Mychiel Balshine Presents…Don’t just watch the News, MAKE the News.

How can you sit at peace when your brothers are out at battle’

– Moses, Numbers 32, 6.

It was during one of the Israeli wars that students of the Gateshead yeshiva were abandoning their Torah studies to listen to the news. When the head Rabbi discovered this he simply said ‘it’s all very well listening to the news, however you can do far better. Don’t just listen to the news, go back to your Gemorah and make the news!’

What did the Rabbi mean?

Besides front line soldiers, an army has many other aspects. There are chefs, doctors and technicians who all play a part. Clearly one does not have to be at the battle zone to assist. Now every Jewish person is responsible to help their brethren in some way. The Rabbi was thus telling these boys that for them as yeshiva students, who certainly understand the protective power of Torah study, a more appropriate activity would be to increase their study. If they really want to help their country, they should exert themselves and advance their religious practice.

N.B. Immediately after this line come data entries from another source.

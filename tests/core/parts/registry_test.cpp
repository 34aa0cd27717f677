/// The shelf as the contract lists it: terminals, parameter names and defaults are what files and outsiders rely on.
#include "core/parts/resolve.hpp"
#include "tests/core/parts/recorded_part.hpp"
#include <catch2/catch.hpp>
#include <cmath>

using namespace sinewright;
using namespace sinewright::testing;

namespace {

struct Listed {
    std::string_view kind;
    std::vector<std::string_view> terminals;
    /// Contract defaults; NaN: none.
    std::vector<std::pair<std::string_view, double>> parameters;
    std::string_view main;
};

const double none = std::nan("");

/// Source: the file format's table of part kinds.
const std::vector<Listed> contract{
    {"resistor", {"a", "b"}, {{"resistance", none}, {"voltage_coefficient_2", 0}}, "resistance"},
    {"capacitor",
     {"a", "b"},
     {{"capacitance", none}, {"voltage_coefficient_1", 0}, {"voltage_coefficient_2", 0}, {"series_resistance", 0}},
     "capacitance"},
    {"inductor", {"a", "b"}, {{"inductance", none}, {"series_resistance", 0}}, "inductance"},
    {"potentiometer", {"a", "w", "b"}, {{"resistance", none}, {"position", 0.5}, {"end_resistance", 0}}, "resistance"},
    {"opamp",
     {"plus", "minus", "out"},
     {{"model", none},
      {"gbw", none},
      {"dc_gain", 1e5},
      {"slew_rate", none},
      {"swing_high", none},
      {"swing_low", none},
      {"second_pole", none},
      {"output_resistance", 0},
      {"input_resistance", none},
      {"input_capacitance", none},
      {"input_bias", 0},
      {"offset", 0},
      {"common_mode_1", 0},
      {"common_mode_2", 0},
      {"common_mode_3", 0},
      {"input_ground_capacitance", 0},
      {"input_ground_coefficient", 0},
      {"output_2", 0},
      {"output_3", 0},
      {"noise_voltage", 0},
      {"noise_voltage_corner", 0},
      {"noise_current", 0},
      {"noise_current_corner", 0}},
     "gbw"},
    {"limiter", {"in", "out"}, {{"law", none}, {"gain", 1}, {"limit", 1}, {"cubic", 0}}, "gain"},
    {"diode",
     {"a", "k"},
     {{"saturation_current", 4e-9},
      {"ideality", 1.9},
      {"series_resistance", 0},
      {"junction_capacitance", 0},
      {"transit_time", 0},
      {"bandgap", 1.11}},
     "saturation_current"},
    {"zener",
     {"a", "k"},
     {{"saturation_current", 4e-9},
      {"ideality", 1.9},
      {"series_resistance", 0},
      {"junction_capacitance", 0},
      {"transit_time", 0},
      {"bandgap", 1.11},
      {"breakdown_voltage", none},
      {"breakdown_current", 1e-3},
      {"breakdown_ideality", 2}},
     "breakdown_voltage"},
    {"lamp",
     {"a", "b"},
     {{"cold_resistance", none}, {"exponent", 1.2}, {"heat_capacity", none}, {"conduction", none}, {"radiation", 0}},
     "cold_resistance"},
    {"thermistor",
     {"a", "b"},
     {{"resistance_25", none}, {"beta", none}, {"heat_capacity", none}, {"dissipation", none}},
     "resistance_25"},
    {"jfet", {"d", "g", "s"}, {{"pinch_off", none}, {"beta", none}, {"lambda", 0}}, "pinch_off"},
    {"photocell",
     {"anode", "cathode", "a", "b"},
     {{"saturation_current", 1e-18},
      {"ideality", 2},
      {"dark_conductance", 1e-8},
      {"sensitivity", none},
      {"gamma", 1},
      {"lag", none}},
     "sensitivity"},
    {"multiplier", {"x", "y", "out"}, {{"scale", none}}, "scale"},
    {"servo",
     {"sense", "control"},
     {{"detector_lag", none},
      {"setpoint", none},
      {"rate", none},
      {"control_high", 10},
      {"control_low", -10},
      {"bias", 0},
      {"proportional", 0}},
     "setpoint"},
    {"supply", {"plus", "minus"}, {{"voltage", none}}, "voltage"},
};

} // namespace

TEST_CASE("the shelf holds the contract's part kinds with its terminals, parameters and defaults", "[parts]") {
    REQUIRE(part_kinds().size() == contract.size());
    for (std::size_t k = 0; k < contract.size(); ++k) {
        const PartKind& kind = *part_kinds()[k];
        const Listed& listed = contract[k];
        INFO(listed.kind);
        CHECK(kind.name == listed.kind);
        REQUIRE(kind.terminals.size() == listed.terminals.size());
        for (std::size_t t = 0; t < listed.terminals.size(); ++t) CHECK(kind.terminals[t].name == listed.terminals[t]);
        CHECK(kind.parameters.size() == listed.parameters.size());
        for (const auto& [name, fallback] : listed.parameters) {
            INFO(name);
            const int parameter = kind.parameter(name);
            REQUIRE(parameter >= 0);
            const double found = kind.parameters[parameter].fallback;
            CHECK((std::isnan(fallback) ? std::isnan(found) : found == fallback));
        }
        CHECK(kind.main == kind.parameter(listed.main));
    }
}

TEST_CASE("defaults, given values and words are resolved, and what was given is remembered", "[parts]") {
    const PartKind& kind = *find_part_kind("limiter");
    const PartValues values = resolve(kind, part_with("limiter", {{"law", "clip"}, {"limit", 0.25}}), 310);
    CHECK(values.word(kind.parameter("law")) == 2);
    CHECK(values[kind.parameter("limit")] == 0.25);
    CHECK(values[kind.parameter("gain")] == 1);
    CHECK(values.given[kind.parameter("limit")]);
    CHECK_FALSE(values.given[kind.parameter("gain")]);
    CHECK(values.word(kind.parameter("gain")) == -1);
    CHECK_FALSE(values.has(kind.parameter("law")));
    CHECK(values.temperature_k == 310);
    CHECK(resolve(kind, part_with("limiter", {}), 310).word(kind.parameter("law")) == 0);
}

TEST_CASE("the temperature coefficient does not apply to a diode, whose law knows temperature", "[parts]") {
    const PartKind& kind = *find_part_kind("diode");
    Part part = part_with("diode", {});
    part.tempco = Value{0.083, ""};
    CHECK(resolve(kind, part, 283.15)[kind.parameter("saturation_current")] == 4e-9);
}
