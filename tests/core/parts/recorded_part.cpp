#include "tests/core/parts/recorded_part.hpp"
#include "core/parts/resolve.hpp"
#include <catch2/catch.hpp>
#include <cmath>

namespace sinewright::testing {

Part part_with(std::string_view kind, const Settings& settings) {
    Part part;
    part.ref = "X1";
    part.kind = kind;
    for (const Setting& setting : settings) {
        if (const double* number = std::get_if<double>(&setting.value))
            part.parameters.push_back({setting.name, Value{*number, ""}});
        else
            part.parameters.push_back({setting.name, std::get<std::string>(setting.value)});
    }
    return part;
}

RecordedPart record(std::string_view kind_name, const Settings& settings, double temperature_k) {
    const PartKind* kind = find_part_kind(kind_name);
    REQUIRE(kind);
    for (const Setting& setting : settings) {
        INFO(setting.name);
        REQUIRE(kind->parameter(setting.name) >= 0);
    }
    return RecordedPart(*kind, resolve(*kind, part_with(kind_name, settings), temperature_k));
}

std::string complaint(std::string_view kind_name, const Settings& settings) {
    const PartKind& kind = *find_part_kind(kind_name);
    return kind.check(resolve(kind, part_with(kind_name, settings), 298.15));
}

std::vector<double> RecordedElement::at(const std::vector<double>& x) const {
    std::vector<double> u;
    for (const Combination& control : controls) {
        double value = 0;
        for (const auto& [index, weight] : control)
            if (index >= 0) value += weight * x[index];
        u.push_back(value);
    }
    return u;
}

RecordedPart::RecordedPart(const PartKind& kind, const PartValues& values) {
    for (const TerminalInfo& terminal : kind.terminals) add(terminal.name, 'n', 1, 0);
    kind.stamp(values, *this);
}

int RecordedPart::add(std::string_view name, char type, double typical, double start) {
    unknowns.push_back({std::string(name), type, typical, start});
    return size() - 1;
}

void RecordedPart::write(std::vector<Entry>& entries, int row, int column, double value) {
    REQUIRE(std::isfinite(value));
    REQUIRE((row >= -1 && row < size() && column >= -1 && column < size()));
    if (row >= 0 && column >= 0) entries.push_back({row, column, value});
}

void RecordedPart::nonlinear(LawPtr law, std::vector<Combination> controls, std::vector<Combination> injections) {
    REQUIRE(static_cast<int>(controls.size()) == law->controls());
    REQUIRE(static_cast<int>(injections.size()) == law->outputs());
    elements.push_back({std::move(law), std::move(controls), std::move(injections)});
}

bool RecordedPart::has_unknown(std::string_view name) const {
    for (const RecordedUnknown& unknown : unknowns)
        if (unknown.name == name) return true;
    return false;
}

int RecordedPart::index(std::string_view name) const {
    INFO("unknown " << name);
    REQUIRE(has_unknown(name));
    int k = 0;
    while (unknowns[k].name != name) ++k;
    return k;
}

std::vector<double> RecordedPart::at(const std::map<std::string, double>& values) const {
    std::vector<double> x;
    for (const RecordedUnknown& unknown : unknowns) x.push_back(unknown.start);
    for (const auto& [name, value] : values) x[index(name)] = value;
    return x;
}

namespace {

struct OneSample {
    std::vector<double> i, q, di, dq;
    OneSample(const RecordedElement& element, const std::vector<double>& x) {
        const int controls = element.law->controls(), outputs = element.law->outputs();
        const std::vector<double> u = element.at(x);
        const double unwritten = std::nan("");
        i.assign(outputs, unwritten), di.assign(outputs * controls, unwritten);
        q.assign(outputs, 0), dq.assign(outputs * controls, 0);
        const bool stores = element.law->stores_charge();
        element.law->evaluate(
            {1, u.data(), i.data(), di.data(), stores ? q.data() : nullptr, stores ? dq.data() : nullptr});
    }
};

} // namespace

std::vector<double> RecordedPart::f(const std::vector<double>& x) const {
    std::vector<double> y(size());
    for (const Entry& e : G_) y[e.row] += e.value * x[e.column];
    for (const Entry& e : s_) y[e.row] -= e.value;
    for (const RecordedElement& element : elements) {
        const OneSample sample(element, x);
        for (std::size_t o = 0; o < element.injections.size(); ++o)
            for (const auto& [row, weight] : element.injections[o])
                if (row >= 0) y[row] += weight * sample.i[o];
    }
    return y;
}

std::vector<double> RecordedPart::q(const std::vector<double>& x) const {
    std::vector<double> y(size());
    for (const Entry& e : C_) y[e.row] += e.value * x[e.column];
    for (const RecordedElement& element : elements) {
        const OneSample sample(element, x);
        for (std::size_t o = 0; o < element.injections.size(); ++o)
            for (const auto& [row, weight] : element.injections[o])
                if (row >= 0) y[row] += weight * sample.q[o];
    }
    return y;
}

namespace {

void add_slopes(const RecordedElement& element, const std::vector<double>& slope, Square& jacobian) {
    const std::size_t controls = element.controls.size();
    for (std::size_t o = 0; o < element.injections.size(); ++o)
        for (std::size_t c = 0; c < controls; ++c)
            for (const auto& [row, out] : element.injections[o])
                for (const auto& [column, in] : element.controls[c])
                    if (row >= 0 && column >= 0) jacobian(row, column) += out * slope[o * controls + c] * in;
}

} // namespace

Square RecordedPart::df(const std::vector<double>& x) const {
    Square jacobian(size());
    for (const Entry& e : G_) jacobian(e.row, e.column) += e.value;
    for (const RecordedElement& element : elements) add_slopes(element, OneSample(element, x).di, jacobian);
    return jacobian;
}

Square RecordedPart::dq(const std::vector<double>& x) const {
    Square jacobian(size());
    for (const Entry& e : C_) jacobian(e.row, e.column) += e.value;
    for (const RecordedElement& element : elements) add_slopes(element, OneSample(element, x).dq, jacobian);
    return jacobian;
}

double RecordedPart::rate(std::string_view state, const std::vector<double>& x) const {
    const int z = index(state);
    const double capacity = dq(x)(z, z);
    REQUIRE(capacity != 0);
    return -f(x)[z] / capacity;
}

double cosine_harmonic(const std::vector<double>& samples, int order) {
    const double count = static_cast<double>(samples.size());
    double sum = 0;
    for (std::size_t k = 0; k < samples.size(); ++k)
        sum += samples[k] * std::cos(2 * M_PI * order * static_cast<double>(k) / count);
    return 2 * sum / count;
}

} // namespace sinewright::testing
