/// Lamp and thermistor bead.
#include "tests/core/parts/recorded_part.hpp"
#include <catch2/catch.hpp>
#include <cmath>

using namespace sinewright;
using namespace sinewright::testing;
using Catch::WithinAbs;
using Catch::WithinRel;

TEST_CASE("a filament's resistance and warming follow the contract's equations", "[parts]") {
    const double R0 = 65, n = 1.15, C = 2.3e-5, K = 5e-5, radiation = 5.2e-14, T = 320;
    const RecordedPart lamp = record(
        "lamp",
        {{"cold_resistance", R0}, {"exponent", n}, {"heat_capacity", C}, {"conduction", K}, {"radiation", radiation}},
        T);
    for (const double theta : {320.0, 450.0, 900.0, 2100.0})
        for (const double v : {-3.0, 0.0, 0.7, 12.0}) {
            const auto x = lamp.at({{"a", v + 1}, {"b", 1.0}, {"temperature", theta}});
            const double i = v / (R0 * std::pow(theta / T, n));
            CHECK_THAT(lamp.current("a", x), WithinRel(i, 1e-13));
            const double power = v * i - K * (theta - T) - radiation * (std::pow(theta, 4) - std::pow(T, 4));
            // Margin: a rate is the small difference of powers up to a watt.
            CHECK_THAT(lamp.rate("temperature", x), WithinAbs(power / C, 1e-13 / C));
        }
}

TEST_CASE("a filament starts cold: at the design temperature, with its cold resistance", "[parts]") {
    for (const double T : {253.15, 298.15, 343.15}) {
        const RecordedPart lamp =
            record("lamp", {{"cold_resistance", 480.0}, {"heat_capacity", 1.4e-5}, {"conduction", 4e-5}}, T);
        const auto x = lamp.at({{"a", 1e-3}});
        CHECK(lamp.unknowns[lamp.index("temperature")].start == T);
        CHECK_THAT(lamp.current("a", x), WithinRel(1e-3 / 480, 1e-14));
        CHECK_THAT(lamp.rate("temperature", lamp.at({})), WithinAbs(0, 1e-9));
    }
}

TEST_CASE("a 28 V 40 mA lamp with the usual starting parameters is near 700 ohms when hot", "[parts]") {
    // Source: common practice (rated current 40 mA, cold 65 Ω); the starting parameters are rules of thumb, hence 10 %.
    const RecordedPart lamp = record(
        "lamp", {{"cold_resistance", 65.0}, {"heat_capacity", 2.3e-5}, {"conduction", 5e-5}, {"radiation", 5.2e-14}});
    const auto cooling = [&](double theta) {
        return -lamp.rate("temperature", lamp.at({{"a", 28.0}, {"temperature", theta}}));
    };
    const double hot_k = solve_rising(cooling, 0, 300, 4000);
    const double current_a = lamp.current("a", lamp.at({{"a", 28.0}, {"temperature", hot_k}}));
    CHECK_THAT(current_a, WithinRel(0.040, 0.1));
    CHECK_THAT(28 / current_a, WithinRel(700.0, 0.1));
}

TEST_CASE("a filament warmed to 450 K needs the power that its leads carry away", "[parts]") {
    // Source: heat balance at rest, v²/R = K·(θ − T), R = R0·(θ/T)^1.2.
    const double R = 1e3 * std::pow(450 / 298.15, 1.2), power_w = 4e-5 * (450 - 298.15);
    const RecordedPart lamp =
        record("lamp", {{"cold_resistance", 1e3}, {"heat_capacity", 1.2e-5}, {"conduction", 4e-5}});
    const double v = std::sqrt(power_w * R);
    CHECK_THAT(lamp.rate("temperature", lamp.at({{"a", v}, {"temperature", 450.0}})), WithinAbs(0, 1e-10));
    // Control: half a percent more voltage warms it.
    CHECK(lamp.rate("temperature", lamp.at({{"a", 1.005 * v}, {"temperature", 450.0}})) > 1);
}

TEST_CASE("a lamp that neither conducts nor radiates heat is refused", "[parts]") {
    const auto wrong = [](double conduction, double radiation) {
        return complaint(
            "lamp",
            {{"cold_resistance", 65.0}, {"heat_capacity", 1e-5}, {"conduction", conduction}, {"radiation", radiation}});
    };
    CHECK(wrong(0, 0).find("conduction") != std::string::npos);
    CHECK(wrong(1e-5, 0).empty());
    CHECK(wrong(0, 1e-14).empty());
}

TEST_CASE("a bead's resistance and warming follow the contract's equations", "[parts]") {
    const double R25 = 10e3, B = 3500, C = 1e-4, dissipation = 5e-5, T = 310;
    const RecordedPart bead = record(
        "thermistor", {{"resistance_25", R25}, {"beta", B}, {"heat_capacity", C}, {"dissipation", dissipation}}, T);
    for (const double theta : {280.0, 298.15, 360.0})
        for (const double v : {-2.0, 0.5, 4.0}) {
            const auto x = bead.at({{"a", v}, {"temperature", theta}});
            const double i = v / (R25 * std::exp(B * (1 / theta - 1 / 298.15)));
            CHECK_THAT(bead.current("a", x), WithinRel(i, 1e-12));
            CHECK_THAT(bead.rate("temperature", x), WithinRel((v * i - dissipation * (theta - T)) / C, 1e-11));
        }
    CHECK(bead.unknowns[bead.index("temperature")].start == T);
    CHECK_THAT(bead.current("a", bead.at({{"a", 1.0}, {"temperature", 298.15}})), WithinRel(1 / R25, 1e-14));
}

I think there is a message here for us all. We too must ensure that we are not just watching the news, rather helping to make it. There are many things that can be done to help Israel. Magen David Adom and Zaka are desperate for donations; soldiers are warmed and encouraged when they receive children’s pictures and letters. But most importantly is our age old weapon of prayer.

That is exactly what Pinchas did in our Sedra. A prominent community figure, (as well as many others), was openly committing a serious crime. Most people just ‘watched the news’ in shock and horror but didn’t do too much about it. Pinchas however didn’t just watch; he did, he acted. It was his activities that ended the plague in last week’s Sedra. Similarly we too must do something to help our brethren. Caring must extend beyond emotion into the realm of practice.

However, the physical activity need not be drastic… A story is told of a great sage during the Gulf War. Scud missiles were being launched straight into Israel and there was a sense of dread lest one of them fell in a populated area. A group of students asked the great Rabbi what extra Mitzvot or special things he did to bring about divine protection. The sage simply responded, ‘when I bentch or say a blessing, I now ensure to look in a bentcher to aid my concentration.’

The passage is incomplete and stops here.